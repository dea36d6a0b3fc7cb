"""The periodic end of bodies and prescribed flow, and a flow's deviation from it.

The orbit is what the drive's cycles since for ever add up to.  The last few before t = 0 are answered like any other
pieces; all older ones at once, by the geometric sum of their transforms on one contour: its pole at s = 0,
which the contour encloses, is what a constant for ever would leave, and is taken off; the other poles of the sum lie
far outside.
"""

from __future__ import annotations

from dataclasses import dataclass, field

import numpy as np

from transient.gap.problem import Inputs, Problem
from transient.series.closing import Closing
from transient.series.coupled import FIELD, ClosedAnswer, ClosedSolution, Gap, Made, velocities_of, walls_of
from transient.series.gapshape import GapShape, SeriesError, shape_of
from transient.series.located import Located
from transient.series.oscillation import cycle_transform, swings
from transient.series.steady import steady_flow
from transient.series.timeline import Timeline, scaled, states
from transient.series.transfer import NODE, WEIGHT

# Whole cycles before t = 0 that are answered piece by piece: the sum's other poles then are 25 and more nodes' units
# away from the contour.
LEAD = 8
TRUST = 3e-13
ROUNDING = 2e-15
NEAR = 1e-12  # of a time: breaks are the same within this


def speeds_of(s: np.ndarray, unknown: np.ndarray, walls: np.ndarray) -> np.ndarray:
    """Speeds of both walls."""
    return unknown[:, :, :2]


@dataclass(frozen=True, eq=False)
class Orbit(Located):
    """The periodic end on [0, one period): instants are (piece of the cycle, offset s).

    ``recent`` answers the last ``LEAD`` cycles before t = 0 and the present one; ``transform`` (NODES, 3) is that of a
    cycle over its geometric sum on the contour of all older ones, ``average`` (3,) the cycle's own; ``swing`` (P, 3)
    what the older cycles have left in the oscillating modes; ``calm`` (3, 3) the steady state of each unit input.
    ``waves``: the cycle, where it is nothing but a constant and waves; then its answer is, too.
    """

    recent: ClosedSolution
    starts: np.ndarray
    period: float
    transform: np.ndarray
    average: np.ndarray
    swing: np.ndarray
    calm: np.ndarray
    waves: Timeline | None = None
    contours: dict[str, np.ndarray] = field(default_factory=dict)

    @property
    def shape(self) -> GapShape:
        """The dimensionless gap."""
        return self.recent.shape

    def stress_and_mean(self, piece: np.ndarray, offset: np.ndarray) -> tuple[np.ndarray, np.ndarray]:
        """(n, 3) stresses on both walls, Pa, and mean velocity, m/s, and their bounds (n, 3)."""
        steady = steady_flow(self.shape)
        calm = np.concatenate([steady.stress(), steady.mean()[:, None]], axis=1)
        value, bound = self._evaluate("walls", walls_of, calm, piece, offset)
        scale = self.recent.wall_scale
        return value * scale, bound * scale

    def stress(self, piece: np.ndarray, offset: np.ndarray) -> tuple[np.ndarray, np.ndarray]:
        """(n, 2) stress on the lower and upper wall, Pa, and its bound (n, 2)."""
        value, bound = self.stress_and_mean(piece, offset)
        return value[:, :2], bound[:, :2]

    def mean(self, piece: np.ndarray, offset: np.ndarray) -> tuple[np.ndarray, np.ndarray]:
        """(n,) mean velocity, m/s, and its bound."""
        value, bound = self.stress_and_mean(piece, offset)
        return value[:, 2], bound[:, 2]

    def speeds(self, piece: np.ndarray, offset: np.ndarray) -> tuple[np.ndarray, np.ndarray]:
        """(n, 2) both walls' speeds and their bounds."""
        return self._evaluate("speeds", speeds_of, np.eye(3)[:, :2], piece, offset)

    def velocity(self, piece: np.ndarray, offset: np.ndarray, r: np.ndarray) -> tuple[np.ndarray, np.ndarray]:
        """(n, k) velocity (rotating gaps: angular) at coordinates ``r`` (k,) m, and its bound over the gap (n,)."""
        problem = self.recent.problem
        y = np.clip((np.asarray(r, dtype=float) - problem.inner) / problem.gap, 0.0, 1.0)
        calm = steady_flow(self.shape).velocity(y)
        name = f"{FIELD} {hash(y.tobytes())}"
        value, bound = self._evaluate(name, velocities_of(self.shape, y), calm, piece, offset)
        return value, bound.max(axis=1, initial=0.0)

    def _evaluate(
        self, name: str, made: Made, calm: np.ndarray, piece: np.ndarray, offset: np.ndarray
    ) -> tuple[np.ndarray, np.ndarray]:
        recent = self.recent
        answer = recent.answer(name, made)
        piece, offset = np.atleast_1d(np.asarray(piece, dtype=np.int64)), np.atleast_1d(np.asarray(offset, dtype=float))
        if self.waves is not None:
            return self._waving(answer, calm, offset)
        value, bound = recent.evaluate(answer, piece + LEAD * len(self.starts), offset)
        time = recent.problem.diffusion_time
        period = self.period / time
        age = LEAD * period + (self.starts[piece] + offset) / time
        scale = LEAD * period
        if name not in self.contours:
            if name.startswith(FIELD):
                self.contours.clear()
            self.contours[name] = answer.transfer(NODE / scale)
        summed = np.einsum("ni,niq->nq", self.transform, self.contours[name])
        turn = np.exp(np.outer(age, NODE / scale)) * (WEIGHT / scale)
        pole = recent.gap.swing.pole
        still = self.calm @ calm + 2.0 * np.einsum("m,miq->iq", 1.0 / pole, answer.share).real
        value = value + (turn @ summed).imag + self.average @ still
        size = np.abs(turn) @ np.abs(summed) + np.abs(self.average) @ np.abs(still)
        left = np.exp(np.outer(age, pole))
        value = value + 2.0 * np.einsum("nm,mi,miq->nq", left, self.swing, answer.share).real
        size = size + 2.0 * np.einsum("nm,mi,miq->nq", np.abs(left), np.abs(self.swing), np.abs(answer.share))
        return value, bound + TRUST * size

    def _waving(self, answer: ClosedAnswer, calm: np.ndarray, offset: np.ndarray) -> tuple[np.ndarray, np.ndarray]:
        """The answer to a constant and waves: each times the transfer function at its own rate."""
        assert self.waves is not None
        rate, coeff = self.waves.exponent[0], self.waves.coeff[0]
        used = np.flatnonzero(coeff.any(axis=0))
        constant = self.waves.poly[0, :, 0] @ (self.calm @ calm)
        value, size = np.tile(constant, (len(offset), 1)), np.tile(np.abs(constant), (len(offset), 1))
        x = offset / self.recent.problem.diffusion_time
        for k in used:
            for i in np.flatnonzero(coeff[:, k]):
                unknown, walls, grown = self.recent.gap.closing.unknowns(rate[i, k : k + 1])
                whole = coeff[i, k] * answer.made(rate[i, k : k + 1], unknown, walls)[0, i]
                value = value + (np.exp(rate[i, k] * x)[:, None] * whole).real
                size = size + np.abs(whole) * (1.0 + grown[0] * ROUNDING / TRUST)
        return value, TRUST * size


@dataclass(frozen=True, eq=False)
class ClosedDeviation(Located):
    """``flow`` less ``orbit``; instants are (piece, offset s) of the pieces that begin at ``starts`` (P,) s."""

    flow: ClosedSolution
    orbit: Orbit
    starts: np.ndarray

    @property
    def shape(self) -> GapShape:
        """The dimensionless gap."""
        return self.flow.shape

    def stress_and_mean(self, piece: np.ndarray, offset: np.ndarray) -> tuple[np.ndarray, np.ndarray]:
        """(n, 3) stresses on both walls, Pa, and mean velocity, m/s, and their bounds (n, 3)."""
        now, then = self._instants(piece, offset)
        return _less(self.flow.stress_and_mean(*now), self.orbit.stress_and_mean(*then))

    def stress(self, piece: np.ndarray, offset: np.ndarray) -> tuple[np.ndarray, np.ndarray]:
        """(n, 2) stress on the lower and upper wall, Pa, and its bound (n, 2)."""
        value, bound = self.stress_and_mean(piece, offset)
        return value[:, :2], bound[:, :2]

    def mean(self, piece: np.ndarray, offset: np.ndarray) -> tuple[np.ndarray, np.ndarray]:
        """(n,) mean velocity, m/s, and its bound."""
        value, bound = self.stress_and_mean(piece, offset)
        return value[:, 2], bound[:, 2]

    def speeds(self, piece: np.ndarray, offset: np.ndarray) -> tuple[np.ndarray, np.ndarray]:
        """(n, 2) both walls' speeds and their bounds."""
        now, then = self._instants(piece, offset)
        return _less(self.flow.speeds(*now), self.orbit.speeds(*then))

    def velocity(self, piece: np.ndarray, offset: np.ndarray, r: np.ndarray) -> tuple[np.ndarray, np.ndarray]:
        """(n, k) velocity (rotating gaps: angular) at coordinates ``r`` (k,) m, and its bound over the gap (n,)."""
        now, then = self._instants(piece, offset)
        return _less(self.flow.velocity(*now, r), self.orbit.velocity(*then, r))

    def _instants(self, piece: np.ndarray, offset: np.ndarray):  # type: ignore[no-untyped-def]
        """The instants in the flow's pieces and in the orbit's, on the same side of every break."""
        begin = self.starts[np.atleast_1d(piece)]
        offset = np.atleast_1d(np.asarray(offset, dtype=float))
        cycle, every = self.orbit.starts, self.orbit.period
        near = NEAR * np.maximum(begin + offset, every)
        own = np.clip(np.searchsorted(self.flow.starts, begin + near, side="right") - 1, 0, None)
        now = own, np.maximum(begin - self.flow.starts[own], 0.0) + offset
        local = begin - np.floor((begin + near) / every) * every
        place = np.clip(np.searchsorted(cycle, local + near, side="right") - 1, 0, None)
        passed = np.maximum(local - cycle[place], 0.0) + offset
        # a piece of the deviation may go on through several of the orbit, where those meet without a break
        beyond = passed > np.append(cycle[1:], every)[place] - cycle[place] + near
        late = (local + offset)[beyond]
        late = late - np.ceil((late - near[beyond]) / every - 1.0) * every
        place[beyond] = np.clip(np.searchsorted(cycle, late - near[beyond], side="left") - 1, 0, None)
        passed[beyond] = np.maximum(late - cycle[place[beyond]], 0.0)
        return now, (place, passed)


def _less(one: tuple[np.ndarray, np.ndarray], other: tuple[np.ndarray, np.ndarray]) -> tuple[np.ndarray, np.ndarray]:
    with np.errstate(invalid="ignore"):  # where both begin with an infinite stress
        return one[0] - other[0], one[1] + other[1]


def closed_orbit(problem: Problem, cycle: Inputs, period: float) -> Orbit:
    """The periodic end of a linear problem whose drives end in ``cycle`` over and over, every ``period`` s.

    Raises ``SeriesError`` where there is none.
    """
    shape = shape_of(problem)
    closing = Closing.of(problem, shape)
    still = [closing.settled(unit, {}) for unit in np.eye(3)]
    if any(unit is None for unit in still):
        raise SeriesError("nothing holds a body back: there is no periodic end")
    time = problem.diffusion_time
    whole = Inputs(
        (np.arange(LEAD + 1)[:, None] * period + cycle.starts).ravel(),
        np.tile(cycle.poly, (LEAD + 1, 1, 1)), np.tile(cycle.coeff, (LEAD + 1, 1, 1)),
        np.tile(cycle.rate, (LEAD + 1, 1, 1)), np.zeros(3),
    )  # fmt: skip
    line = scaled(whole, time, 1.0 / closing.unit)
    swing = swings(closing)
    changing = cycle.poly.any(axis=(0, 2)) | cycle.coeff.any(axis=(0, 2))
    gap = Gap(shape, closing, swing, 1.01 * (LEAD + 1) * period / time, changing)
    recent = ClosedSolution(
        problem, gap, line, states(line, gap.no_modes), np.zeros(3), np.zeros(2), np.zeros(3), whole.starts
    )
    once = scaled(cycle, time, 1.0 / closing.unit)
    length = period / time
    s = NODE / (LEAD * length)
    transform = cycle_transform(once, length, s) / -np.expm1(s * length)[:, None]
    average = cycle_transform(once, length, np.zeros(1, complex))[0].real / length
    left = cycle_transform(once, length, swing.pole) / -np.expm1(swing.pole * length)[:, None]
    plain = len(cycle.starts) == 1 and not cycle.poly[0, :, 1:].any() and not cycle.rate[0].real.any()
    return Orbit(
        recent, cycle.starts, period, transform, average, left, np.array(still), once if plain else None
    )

= = =

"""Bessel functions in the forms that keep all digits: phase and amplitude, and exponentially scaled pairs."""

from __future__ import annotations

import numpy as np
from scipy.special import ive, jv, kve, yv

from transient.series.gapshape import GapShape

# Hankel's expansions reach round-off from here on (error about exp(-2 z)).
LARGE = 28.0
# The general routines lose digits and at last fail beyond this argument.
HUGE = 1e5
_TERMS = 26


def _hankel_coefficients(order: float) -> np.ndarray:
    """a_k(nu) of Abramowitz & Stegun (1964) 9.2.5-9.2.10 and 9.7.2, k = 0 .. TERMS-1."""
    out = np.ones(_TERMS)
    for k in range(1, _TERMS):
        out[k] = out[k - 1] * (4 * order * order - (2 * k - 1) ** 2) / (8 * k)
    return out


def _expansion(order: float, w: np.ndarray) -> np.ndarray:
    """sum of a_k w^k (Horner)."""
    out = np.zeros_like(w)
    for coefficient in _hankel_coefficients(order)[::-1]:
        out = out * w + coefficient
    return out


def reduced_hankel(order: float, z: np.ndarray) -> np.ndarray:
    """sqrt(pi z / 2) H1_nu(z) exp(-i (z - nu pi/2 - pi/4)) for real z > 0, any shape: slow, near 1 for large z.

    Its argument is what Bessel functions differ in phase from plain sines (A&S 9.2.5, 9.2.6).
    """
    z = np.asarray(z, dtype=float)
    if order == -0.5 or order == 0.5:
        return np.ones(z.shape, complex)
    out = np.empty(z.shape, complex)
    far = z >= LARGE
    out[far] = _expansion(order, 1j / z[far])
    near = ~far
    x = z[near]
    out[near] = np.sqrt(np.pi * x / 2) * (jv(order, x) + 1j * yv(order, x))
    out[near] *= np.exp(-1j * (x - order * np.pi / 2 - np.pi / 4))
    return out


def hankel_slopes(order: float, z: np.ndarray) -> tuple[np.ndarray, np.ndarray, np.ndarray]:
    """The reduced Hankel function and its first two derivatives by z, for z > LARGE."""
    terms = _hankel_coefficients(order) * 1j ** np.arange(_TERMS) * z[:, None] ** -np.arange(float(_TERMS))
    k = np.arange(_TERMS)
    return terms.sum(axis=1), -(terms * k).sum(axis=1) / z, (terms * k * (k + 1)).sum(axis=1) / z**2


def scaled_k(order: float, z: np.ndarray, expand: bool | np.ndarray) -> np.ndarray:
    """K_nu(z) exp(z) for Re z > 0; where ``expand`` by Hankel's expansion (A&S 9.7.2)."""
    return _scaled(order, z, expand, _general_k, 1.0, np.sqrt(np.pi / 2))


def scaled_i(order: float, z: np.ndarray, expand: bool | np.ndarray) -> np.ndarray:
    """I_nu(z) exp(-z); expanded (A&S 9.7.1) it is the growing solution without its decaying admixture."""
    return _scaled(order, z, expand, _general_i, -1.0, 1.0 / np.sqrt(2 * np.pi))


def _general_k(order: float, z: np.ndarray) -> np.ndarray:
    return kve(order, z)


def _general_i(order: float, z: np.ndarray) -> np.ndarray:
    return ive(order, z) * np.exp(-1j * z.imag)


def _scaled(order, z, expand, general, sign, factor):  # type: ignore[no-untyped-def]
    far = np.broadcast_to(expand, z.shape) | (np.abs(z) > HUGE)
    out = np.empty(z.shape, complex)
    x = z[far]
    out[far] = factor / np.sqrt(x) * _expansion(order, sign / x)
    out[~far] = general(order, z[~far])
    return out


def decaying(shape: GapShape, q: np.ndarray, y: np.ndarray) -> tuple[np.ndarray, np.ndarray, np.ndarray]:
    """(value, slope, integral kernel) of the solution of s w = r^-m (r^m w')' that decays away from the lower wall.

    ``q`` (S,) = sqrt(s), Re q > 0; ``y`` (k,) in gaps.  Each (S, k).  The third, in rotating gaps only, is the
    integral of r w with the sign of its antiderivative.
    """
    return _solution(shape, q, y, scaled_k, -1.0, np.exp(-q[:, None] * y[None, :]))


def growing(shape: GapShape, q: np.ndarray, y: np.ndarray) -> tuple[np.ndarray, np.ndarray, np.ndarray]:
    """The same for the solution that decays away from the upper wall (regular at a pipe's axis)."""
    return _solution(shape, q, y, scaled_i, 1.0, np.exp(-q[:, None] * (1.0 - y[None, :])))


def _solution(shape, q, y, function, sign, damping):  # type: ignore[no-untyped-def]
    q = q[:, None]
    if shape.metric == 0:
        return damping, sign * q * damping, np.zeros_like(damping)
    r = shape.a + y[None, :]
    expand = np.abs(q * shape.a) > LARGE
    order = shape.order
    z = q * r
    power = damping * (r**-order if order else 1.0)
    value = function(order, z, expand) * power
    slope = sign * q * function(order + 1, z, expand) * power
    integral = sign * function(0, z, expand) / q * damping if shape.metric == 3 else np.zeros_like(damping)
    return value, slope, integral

= = =

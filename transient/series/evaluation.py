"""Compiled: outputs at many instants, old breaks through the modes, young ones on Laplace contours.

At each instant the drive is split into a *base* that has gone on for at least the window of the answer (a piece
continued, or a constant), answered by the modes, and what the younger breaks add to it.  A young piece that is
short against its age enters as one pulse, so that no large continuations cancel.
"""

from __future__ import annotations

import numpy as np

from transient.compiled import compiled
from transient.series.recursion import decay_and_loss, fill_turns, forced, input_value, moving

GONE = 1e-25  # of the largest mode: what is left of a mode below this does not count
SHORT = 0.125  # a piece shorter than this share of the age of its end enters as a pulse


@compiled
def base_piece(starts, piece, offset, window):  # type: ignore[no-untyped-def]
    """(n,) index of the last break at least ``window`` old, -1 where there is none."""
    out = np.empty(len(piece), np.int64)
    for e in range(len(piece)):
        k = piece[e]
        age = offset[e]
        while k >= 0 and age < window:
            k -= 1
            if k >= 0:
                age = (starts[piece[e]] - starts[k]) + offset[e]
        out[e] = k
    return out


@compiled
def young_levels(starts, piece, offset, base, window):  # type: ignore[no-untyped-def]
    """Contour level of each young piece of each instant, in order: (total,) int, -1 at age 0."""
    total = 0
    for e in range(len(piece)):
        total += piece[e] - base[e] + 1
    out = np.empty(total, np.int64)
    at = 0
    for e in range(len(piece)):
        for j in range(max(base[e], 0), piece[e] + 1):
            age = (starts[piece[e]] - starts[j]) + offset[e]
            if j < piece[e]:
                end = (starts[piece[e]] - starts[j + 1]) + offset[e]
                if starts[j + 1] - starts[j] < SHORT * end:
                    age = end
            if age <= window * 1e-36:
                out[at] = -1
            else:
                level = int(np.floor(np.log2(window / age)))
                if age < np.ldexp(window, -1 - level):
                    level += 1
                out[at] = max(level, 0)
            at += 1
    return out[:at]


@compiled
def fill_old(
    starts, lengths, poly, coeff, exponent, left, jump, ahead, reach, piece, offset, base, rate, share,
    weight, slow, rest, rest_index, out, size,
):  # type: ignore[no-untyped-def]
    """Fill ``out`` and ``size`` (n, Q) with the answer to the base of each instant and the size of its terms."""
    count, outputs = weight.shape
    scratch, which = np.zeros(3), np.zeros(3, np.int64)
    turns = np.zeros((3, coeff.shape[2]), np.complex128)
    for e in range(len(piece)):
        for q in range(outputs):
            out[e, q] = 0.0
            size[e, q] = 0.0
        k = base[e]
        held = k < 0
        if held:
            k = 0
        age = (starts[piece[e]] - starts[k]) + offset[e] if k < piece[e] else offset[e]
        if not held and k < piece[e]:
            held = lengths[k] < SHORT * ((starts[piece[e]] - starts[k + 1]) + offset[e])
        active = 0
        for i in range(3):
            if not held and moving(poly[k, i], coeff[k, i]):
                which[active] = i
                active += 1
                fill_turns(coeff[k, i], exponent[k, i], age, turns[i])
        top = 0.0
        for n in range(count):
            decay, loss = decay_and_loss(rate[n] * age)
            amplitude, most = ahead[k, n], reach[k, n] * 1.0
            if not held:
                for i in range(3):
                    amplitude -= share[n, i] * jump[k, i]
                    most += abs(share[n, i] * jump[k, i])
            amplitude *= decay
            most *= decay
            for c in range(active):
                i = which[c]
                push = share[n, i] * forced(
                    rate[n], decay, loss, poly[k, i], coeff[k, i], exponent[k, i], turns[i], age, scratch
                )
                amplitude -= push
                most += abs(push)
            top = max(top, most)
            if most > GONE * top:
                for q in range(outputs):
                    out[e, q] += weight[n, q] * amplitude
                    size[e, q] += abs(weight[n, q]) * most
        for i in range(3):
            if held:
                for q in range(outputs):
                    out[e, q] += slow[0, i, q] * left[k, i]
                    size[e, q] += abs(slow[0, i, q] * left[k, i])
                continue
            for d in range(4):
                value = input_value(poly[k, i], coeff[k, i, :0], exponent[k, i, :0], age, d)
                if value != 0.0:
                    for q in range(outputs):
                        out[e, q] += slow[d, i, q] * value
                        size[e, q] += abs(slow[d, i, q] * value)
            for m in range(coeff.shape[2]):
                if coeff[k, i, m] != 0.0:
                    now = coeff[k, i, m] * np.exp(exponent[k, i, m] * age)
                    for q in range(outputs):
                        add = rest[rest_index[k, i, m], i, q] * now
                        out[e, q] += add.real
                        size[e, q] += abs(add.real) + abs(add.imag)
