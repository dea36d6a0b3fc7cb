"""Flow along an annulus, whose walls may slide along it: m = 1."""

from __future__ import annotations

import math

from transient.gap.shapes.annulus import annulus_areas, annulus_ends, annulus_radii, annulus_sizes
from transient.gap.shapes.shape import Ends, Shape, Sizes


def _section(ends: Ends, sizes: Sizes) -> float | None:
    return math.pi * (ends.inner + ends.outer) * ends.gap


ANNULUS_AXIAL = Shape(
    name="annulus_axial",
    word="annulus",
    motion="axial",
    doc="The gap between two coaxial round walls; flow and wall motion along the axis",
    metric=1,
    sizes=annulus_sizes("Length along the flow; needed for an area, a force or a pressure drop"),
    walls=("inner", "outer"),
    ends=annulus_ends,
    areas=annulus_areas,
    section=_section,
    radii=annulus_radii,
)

= = =

* **Assignment**: Say only the number of lines above holding "Inputs".

* **Solution to this exercise**: 3